46 Chromosomes → 23 Homologs (“identical” chromosome pairs - after replication there are 2 sister chromatid sets in 1 homolog)
Steps of Mitosis
Prophase = Nuclear envelope dissolves, centrosomes move to poles → create spindle → MT’s probe for kinetochores (on the connecter of sister chromatids)

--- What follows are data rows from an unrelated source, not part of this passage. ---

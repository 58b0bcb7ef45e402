import 'server-only';
import { sql } from 'drizzle-orm';

/** The newest value of each measure that sizes a body, mm: `{ hip: 1020, … }`. */
export const latestBody = sql<Partial<Record<'waist' | 'hip' | 'thigh' | 'knee' | 'calf', number>>>`(
  select coalesce(json_object_agg(latest.measure, latest.value_mm), '{}') from (
    select distinct on (m.measure) m.measure, m.value_mm
    from measurements m join measurement_sets s on s.id = m.set_id
    where s.wearer_id = wearers.id and s.deleted_at is null and m.measure in ('waist', 'hip', 'thigh', 'knee', 'calf')
    order by m.measure, s.measured_on desc, s.id desc, m.take
  ) latest)`;
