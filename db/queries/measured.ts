import 'server-only';
import { and, eq, inArray } from 'drizzle-orm';
import { toMillimetres } from '@/diagnosis/units/millimetres';
import { db } from '../client';
import { roundMeasured, type MeasuredTerm } from '../schema/round-measured';
import { rounds } from '../schema/rounds';
import { recordAudit } from './audit';
import type { Viewer } from './viewer';
import { roundIds, roundOwnedBy } from './visible-to';

export interface MeasuredInput {
  label: string;
  terms: MeasuredTerm[];
  needMm: number;
  sdMm: number;
}

/**
 * Puts measured differences into a round, each in the place of an earlier one of its label: the same sum of needs never stands
 * twice. The round is locked meanwhile. False where it is not the viewer's.
 */
export async function putMeasured(
  viewer: Viewer,
  roundId: string,
  measured: readonly MeasuredInput[],
): Promise<boolean> {
  return db().transaction(async (tx) => {
    const [owned] = await tx
      .select({ id: rounds.id })
      .from(rounds)
      .where(and(eq(rounds.id, roundId), inArray(rounds.id, roundIds(roundOwnedBy(viewer)))))
      .for('update');
    if (!owned) return false;
    if (measured.length === 0) return true;
    const labels = measured.map(({ label }) => label);
    await tx
      .delete(roundMeasured)
      .where(and(eq(roundMeasured.roundId, roundId), inArray(roundMeasured.label, labels)));
    await tx.insert(roundMeasured).values(
      measured.map(({ needMm, sdMm, ...rest }) => ({
        ...rest,
        roundId,
        needMm: toMillimetres(needMm),
        sdMm: toMillimetres(sdMm),
      })),
    );
    await recordAudit(tx, { actorId: viewer.userId, verb: 'update', objectKind: 'round-measured', objectId: roundId }); // prettier-ignore
    return true;
  });
}

/** Takes one measured difference out of its round. False where there is none of the viewer's. */
export async function removeMeasured(viewer: Viewer, id: string): Promise<boolean> {
  return db().transaction(async (tx) => {
    const gone = await tx
      .delete(roundMeasured)
      .where(and(eq(roundMeasured.id, id), inArray(roundMeasured.roundId, roundIds(roundOwnedBy(viewer)))))
      .returning({ id: roundMeasured.id });
    if (gone.length === 0) return false;
    await recordAudit(tx, { actorId: viewer.userId, verb: 'delete', objectKind: 'round-measured', objectId: id }); // prettier-ignore
    return true;
  });
}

Metaphase = when kinetochore MT from each pole connects to sister chromatids, its pulled to central line - all sister chromatids must be in center line to continue
Anaphase = MT’s pull apart sisters - one to each pole
Telophase = reforming of nuclear envelope, chromosomes decondense
Haploid vs diploid (gametes vs somatic cells)
Gametes (sperm/egg cells) only have one homolog (1n) of each chromosome (one set of sister chromatids post-replication) → gametes are haploid
Somatic cells have 2 homologs (2n) of each chromosome (2 sets of sister chromatids post-replication) → somatic cells are diploid
Steps of Meiosis
Start with Diploid Cell (2 sets of sister chromatids post-replication)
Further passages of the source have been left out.